> To do
Go through the entries and write each one out again unchanged.
*** Opening Exercise material ***
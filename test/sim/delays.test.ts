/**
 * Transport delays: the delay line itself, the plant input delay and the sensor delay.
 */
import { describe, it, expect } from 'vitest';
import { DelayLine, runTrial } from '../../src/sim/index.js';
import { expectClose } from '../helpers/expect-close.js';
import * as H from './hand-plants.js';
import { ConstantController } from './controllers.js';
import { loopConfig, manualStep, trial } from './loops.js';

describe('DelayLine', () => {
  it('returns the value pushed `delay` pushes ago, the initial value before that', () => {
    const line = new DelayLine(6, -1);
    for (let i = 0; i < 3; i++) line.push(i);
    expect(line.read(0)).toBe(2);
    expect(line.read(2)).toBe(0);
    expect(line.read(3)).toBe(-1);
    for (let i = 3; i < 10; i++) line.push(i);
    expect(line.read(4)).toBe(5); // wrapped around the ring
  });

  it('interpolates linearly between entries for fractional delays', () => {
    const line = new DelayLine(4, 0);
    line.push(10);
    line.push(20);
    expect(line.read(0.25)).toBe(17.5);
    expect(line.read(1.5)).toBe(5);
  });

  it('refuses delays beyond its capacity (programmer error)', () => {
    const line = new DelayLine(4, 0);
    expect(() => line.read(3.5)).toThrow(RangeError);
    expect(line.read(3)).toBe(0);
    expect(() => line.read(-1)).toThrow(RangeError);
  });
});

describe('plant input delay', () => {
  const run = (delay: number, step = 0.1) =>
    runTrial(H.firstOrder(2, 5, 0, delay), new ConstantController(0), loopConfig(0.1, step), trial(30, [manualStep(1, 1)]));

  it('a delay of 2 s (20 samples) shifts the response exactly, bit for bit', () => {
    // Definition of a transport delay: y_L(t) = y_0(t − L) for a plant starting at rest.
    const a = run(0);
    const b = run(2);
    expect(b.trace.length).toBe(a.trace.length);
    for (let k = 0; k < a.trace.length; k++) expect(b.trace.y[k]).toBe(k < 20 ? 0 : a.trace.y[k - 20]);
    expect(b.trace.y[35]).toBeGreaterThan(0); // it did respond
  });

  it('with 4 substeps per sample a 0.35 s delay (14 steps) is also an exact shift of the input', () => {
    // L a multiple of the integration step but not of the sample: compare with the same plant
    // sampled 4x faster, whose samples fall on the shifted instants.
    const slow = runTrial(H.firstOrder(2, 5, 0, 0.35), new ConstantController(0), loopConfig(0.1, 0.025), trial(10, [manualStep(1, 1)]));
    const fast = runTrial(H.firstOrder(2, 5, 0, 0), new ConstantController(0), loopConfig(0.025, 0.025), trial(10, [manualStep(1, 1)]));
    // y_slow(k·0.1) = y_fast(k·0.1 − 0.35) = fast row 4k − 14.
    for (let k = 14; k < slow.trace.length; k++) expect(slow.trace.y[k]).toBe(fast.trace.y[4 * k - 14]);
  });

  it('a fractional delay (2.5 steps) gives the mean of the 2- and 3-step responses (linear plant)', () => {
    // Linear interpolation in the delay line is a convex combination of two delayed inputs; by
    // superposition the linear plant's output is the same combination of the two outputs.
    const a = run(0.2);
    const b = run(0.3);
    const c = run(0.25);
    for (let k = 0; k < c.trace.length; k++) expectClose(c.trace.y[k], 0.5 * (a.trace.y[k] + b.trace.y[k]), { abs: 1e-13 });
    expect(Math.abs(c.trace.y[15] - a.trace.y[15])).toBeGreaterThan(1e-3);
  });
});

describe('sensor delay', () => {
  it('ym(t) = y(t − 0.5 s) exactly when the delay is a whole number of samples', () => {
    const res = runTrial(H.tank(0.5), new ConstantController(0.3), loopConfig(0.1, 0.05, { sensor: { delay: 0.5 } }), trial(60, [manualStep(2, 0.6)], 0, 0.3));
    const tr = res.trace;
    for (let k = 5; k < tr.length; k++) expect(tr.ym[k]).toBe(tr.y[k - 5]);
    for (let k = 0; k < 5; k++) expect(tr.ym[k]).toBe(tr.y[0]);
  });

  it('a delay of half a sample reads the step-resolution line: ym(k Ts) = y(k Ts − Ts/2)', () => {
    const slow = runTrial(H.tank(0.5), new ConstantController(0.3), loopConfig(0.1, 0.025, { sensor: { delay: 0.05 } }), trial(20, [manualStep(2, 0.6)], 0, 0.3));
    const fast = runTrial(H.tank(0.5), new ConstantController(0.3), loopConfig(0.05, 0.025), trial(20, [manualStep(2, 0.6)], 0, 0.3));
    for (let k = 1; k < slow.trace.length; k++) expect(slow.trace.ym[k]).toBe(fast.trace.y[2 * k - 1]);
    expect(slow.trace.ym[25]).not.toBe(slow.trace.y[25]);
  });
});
*** Closing Exercise material ***
> Output for this task
filename test/sim/delays.test.ts
/**
 * Transport delays: the delay line itself, the plant input delay and the sensor delay.
 */
import { describe, it, expect } from 'vitest';
import { DelayLine, runTrial } from '../../src/sim/index.js';
import { expectClose } from '../helpers/expect-close.js';
import * as H from './hand-plants.js';
import { ConstantController } from './controllers.js';
import { loopConfig, manualStep, trial } from './loops.js';

describe('DelayLine', () => {
  it('returns the value pushed `delay` pushes ago, the initial value before that', () => {
    const line = new DelayLine(6, -1);
    for (let i = 0; i < 3; i++) line.push(i);
    expect(line.read(0)).toBe(2);
    expect(line.read(2)).toBe(0);
    expect(line.read(3)).toBe(-1);
    for (let i = 3; i < 10; i++) line.push(i);
    expect(line.read(4)).toBe(5); // wrapped around the ring
  });

  it('interpolates linearly between entries for fractional delays', () => {
    const line = new DelayLine(4, 0);
    line.push(10);
    line.push(20);
    expect(line.read(0.25)).toBe(17.5);
    expect(line.read(1.5)).toBe(5);
  });

  it('refuses delays beyond its capacity (programmer error)', () => {
    const line = new DelayLine(4, 0);
    expect(() => line.read(3.5)).toThrow(RangeError);
    expect(line.read(3)).toBe(0);
    expect(() => line.read(-1)).toThrow(RangeError);
  });
});

describe('plant input delay', () => {
  const run = (delay: number, step = 0.1) =>
    runTrial(H.firstOrder(2, 5, 0, delay), new ConstantController(0), loopConfig(0.1, step), trial(30, [manualStep(1, 1)]));

  it('a delay of 2 s (20 samples) shifts the response exactly, bit for bit', () => {
    // Definition of a transport delay: y_L(t) = y_0(t − L) for a plant starting at rest.
    const a = run(0);
    const b = run(2);
    expect(b.trace.length).toBe(a.trace.length);
    for (let k = 0; k < a.trace.length; k++) expect(b.trace.y[k]).toBe(k < 20 ? 0 : a.trace.y[k - 20]);
    expect(b.trace.y[35]).toBeGreaterThan(0); // it did respond
  });

  it('with 4 substeps per sample a 0.35 s delay (14 steps) is also an exact shift of the input', () => {
    // L a multiple of the integration step but not of the sample: compare with the same plant
    // sampled 4x faster, whose samples fall on the shifted instants.
    const slow = runTrial(H.firstOrder(2, 5, 0, 0.35), new ConstantController(0), loopConfig(0.1, 0.025), trial(10, [manualStep(1, 1)]));
    const fast = runTrial(H.firstOrder(2, 5, 0, 0), new ConstantController(0), loopConfig(0.025, 0.025), trial(10, [manualStep(1, 1)]));
    // y_slow(k·0.1) = y_fast(k·0.1 − 0.35) = fast row 4k − 14.
    for (let k = 14; k < slow.trace.length; k++) expect(slow.trace.y[k]).toBe(fast.trace.y[4 * k - 14]);
  });

  it('a fractional delay (2.5 steps) gives the mean of the 2- and 3-step responses (linear plant)', () => {
    // Linear interpolation in the delay line is a convex combination of two delayed inputs; by
    // superposition the linear plant's output is the same combination of the two outputs.
    const a = run(0.2);
    const b = run(0.3);
    const c = run(0.25);
    for (let k = 0; k < c.trace.length; k++) expectClose(c.trace.y[k], 0.5 * (a.trace.y[k] + b.trace.y[k]), { abs: 1e-13 });
    expect(Math.abs(c.trace.y[15] - a.trace.y[15])).toBeGreaterThan(1e-3);
  });
});

describe('sensor delay', () => {
  it('ym(t) = y(t − 0.5 s) exactly when the delay is a whole number of samples', () => {
    const res = runTrial(H.tank(0.5), new ConstantController(0.3), loopConfig(0.1, 0.05, { sensor: { delay: 0.5 } }), trial(60, [manualStep(2, 0.6)], 0, 0.3));
    const tr = res.trace;
    for (let k = 5; k < tr.length; k++) expect(tr.ym[k]).toBe(tr.y[k - 5]);
    for (let k = 0; k < 5; k++) expect(tr.ym[k]).toBe(tr.y[0]);
  });

  it('a delay of half a sample reads the step-resolution line: ym(k Ts) = y(k Ts − Ts/2)', () => {
    const slow = runTrial(H.tank(0.5), new ConstantController(0.3), loopConfig(0.1, 0.025, { sensor: { delay: 0.05 } }), trial(20, [manualStep(2, 0.6)], 0, 0.3));
    const fast = runTrial(H.tank(0.5), new ConstantController(0.3), loopConfig(0.05, 0.025), trial(20, [manualStep(2, 0.6)], 0, 0.3));
    for (let k = 1; k < slow.trace.length; k++) expect(slow.trace.ym[k]).toBe(fast.trace.y[2 * k - 1]);
    expect(slow.trace.ym[25]).not.toBe(slow.trace.y[25]);
  });
});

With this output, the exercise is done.